Yes, I know file compression schemes are getting better, but I'll be there is some corollary to Moore's Law that predicts bandwidth needs of individuals/organizations. There are two worries schools should have: does one's region have the infrastructure build to double or triple the broadband speeds when needed? And, if available, can your institution afford the increased capacity?

(PS - 7-20-09 Another factor that might impact the need for more-better broadband would be a large and permanent spike in gas prices. At say $6 a gallon, I predict we would see a sharp rise in shortened school weeks, more online classes, etc.)

My home Internet speed sucks!

Saturday
Jul182009

AASL and Amazon learning the hard way

Two interesting happenings this week on the long march toward an all-digital information future:

Chris Harris started quite the discussion about what he considers to be AASL's overly restrictive protection of its student standards. (Joyce Valenza's in her NeverEndingSearch blog does a great job of catching the tone of the conversation on AASLForum listserv here and here.)

AASL is in a Catch 22 situation - it wants its standards widely seen and used, but it also wants to control how they are used and wants them to earn the organizationrevenue. (Oh, despite these being written by "volunteer members," such standards are expensive for organizations to produce.) Judging by the tenor of the discussion on various library lists, the ill-will being generated by the controversy is costing AASL a lot in lost membership and good will. A quick (oh, I forgot that that quick is not in AASL's vocabulary) policy reversal, placing a share-alike, non-commercial use CreativeCommons license on the standards would show it listens to its membership. (#FreeTheStandards ) AASL and ALA will need to move into the 21st Century someday, whether they want to or not.

The other step back comes from Amazon that has deleted some Kindle titles, not just from its online inventory, but apparently from users' actual devices. (David Pogue's take here.) According to the NYTs, the publishers did not have the rights to offer these titles.
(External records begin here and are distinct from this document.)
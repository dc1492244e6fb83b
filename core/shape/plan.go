package shape

import (
	"math"

	"tailgap/core/curve"
	"tailgap/core/gap"
	"tailgap/core/resample"
	"tailgap/core/sample"
)

// Replicates is how many bootstrap samples the intervals are made from. The
// standard error of 1,000 replicates is itself known to 2%.
const Replicates = 1000

// Cutoff is a cutoff as it is judged, and as it is read with the half-step:
// the same on a scale without a step. For the lower sides these are the upper
// tails of which they are the complement.
type Cutoff struct {
	Judged, Half []gap.Threshold
	Lower        bool
}

// Plan says of what the shape is wanted.
type Plan struct {
	Table      gap.Table
	Scale      sample.Scale
	Cutoffs    []Cutoff
	Everyone   bool // no intervals
	Level      float64
	Replicates int // of the intervals
	Seed       uint64
	Workers    int // goroutines; 0: one for each core. The findings are the same for any.
}

// Kind is one thing that makes a part of a gap.
type Kind int

// The kinds. The first four add up to the gap.
const (
	MeanAndSD Kind = iota
	HalfStep
	Asymmetry
	Rest
	Floor
	Ceiling
	Heaps
	Extremes
	Farthest
	kinds
)

// Value is an estimate with its interval; nil where there is none.
type Value struct {
	Estimate float64
	Interval *resample.Interval
}

// Findings are what came out.
type Findings struct {
	Skewness, ExcessKurtosis Value
	Features                 Features
	Cutoffs                  []Effects // one for each of the plan's
	Replicates               int       // that the intervals are from; 0: no intervals
}

// Effects are the parts of one cutoff's gap by kind, proportions; nil where a
// kind does not apply.
type Effects [kinds]*Value

// Features are what is there to be left out.
type Features struct {
	Floor, Ceiling sample.Pile
	Heaps          sample.Heaping
	Extremes       int     // the most extreme hundredth of the people, where the sum of squares is mostly theirs; else 0
	ExtremeShare   float64 // of the sum of squares
	Outlier        bool    // the farthest score is one
	Farthest       float64
}

// Find finds the features of a sample.
func Find(t gap.Table, s sample.Scale) Features {
	var f Features
	f.Floor, f.Ceiling = sample.Piles(t.Counts, t.Moments, s)
	f.Heaps = sample.Heaps(t.Counts, t.Moments, s)
	if share, people := sample.Extremes(t.Counts, t.Moments); people > 1 { // one is Farthest
		f.Extremes, f.ExtremeShare = people, share
	}
	f.Farthest = t.Counts.Min()
	if t.Counts.Max()-t.Moments.Mean > t.Moments.Mean-f.Farthest {
		f.Farthest = t.Counts.Max()
	}
	f.Outlier = outlying(t.Counts.N, (f.Farthest-t.Moments.Mean)/t.Moments.SD)
	return f
}

// piled is true for a score, up to noise, at which people are piled up.
func (f *Features) piled(score, noise float64) bool {
	at := func(p sample.Pile) bool { return p.People > 0 && math.Abs(score-p.Score) < noise }
	return at(f.Floor) || at(f.Ceiling)
}

// fitted is the table with the curve that is fitted to its scores.
func (p *Plan) fitted() gap.Table {
	return gap.NewTable(p.Table.Counts, p.Table.Moments, curve.FitNormal(p.Table.Moments))
}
Some critics have compared this move of Amazon's to waking up and finding books missing from your bookshelf with check for their value in their place. Personally, I see it more like turning on your television and finding some of your cable channels gone. Amazon doesn't sell e-books; it leases them to readers as long as they have a working Kindle reader. Adjust your thinking.

As anyone who has ever implemented a new way of doing business knows, even the best planned, most thoughtful transitions ever go off without unexpected hitches. All membership organizations like AASL will eventually find that they need to give very liberal copyright permissions to their materials if they really want them to be widely used - which in turn increases the power of the organization. A model for compensating authors that does not involve the use of DRM schemes like those used by the Kindle will happen and all publishers will realize that all their materials will need to be made available in scary, easily stolen electronic formats.

The directions seem clear - fewer restrictions, digital formats, alternate forms of revenue generation for producers. But these little detours are interesting!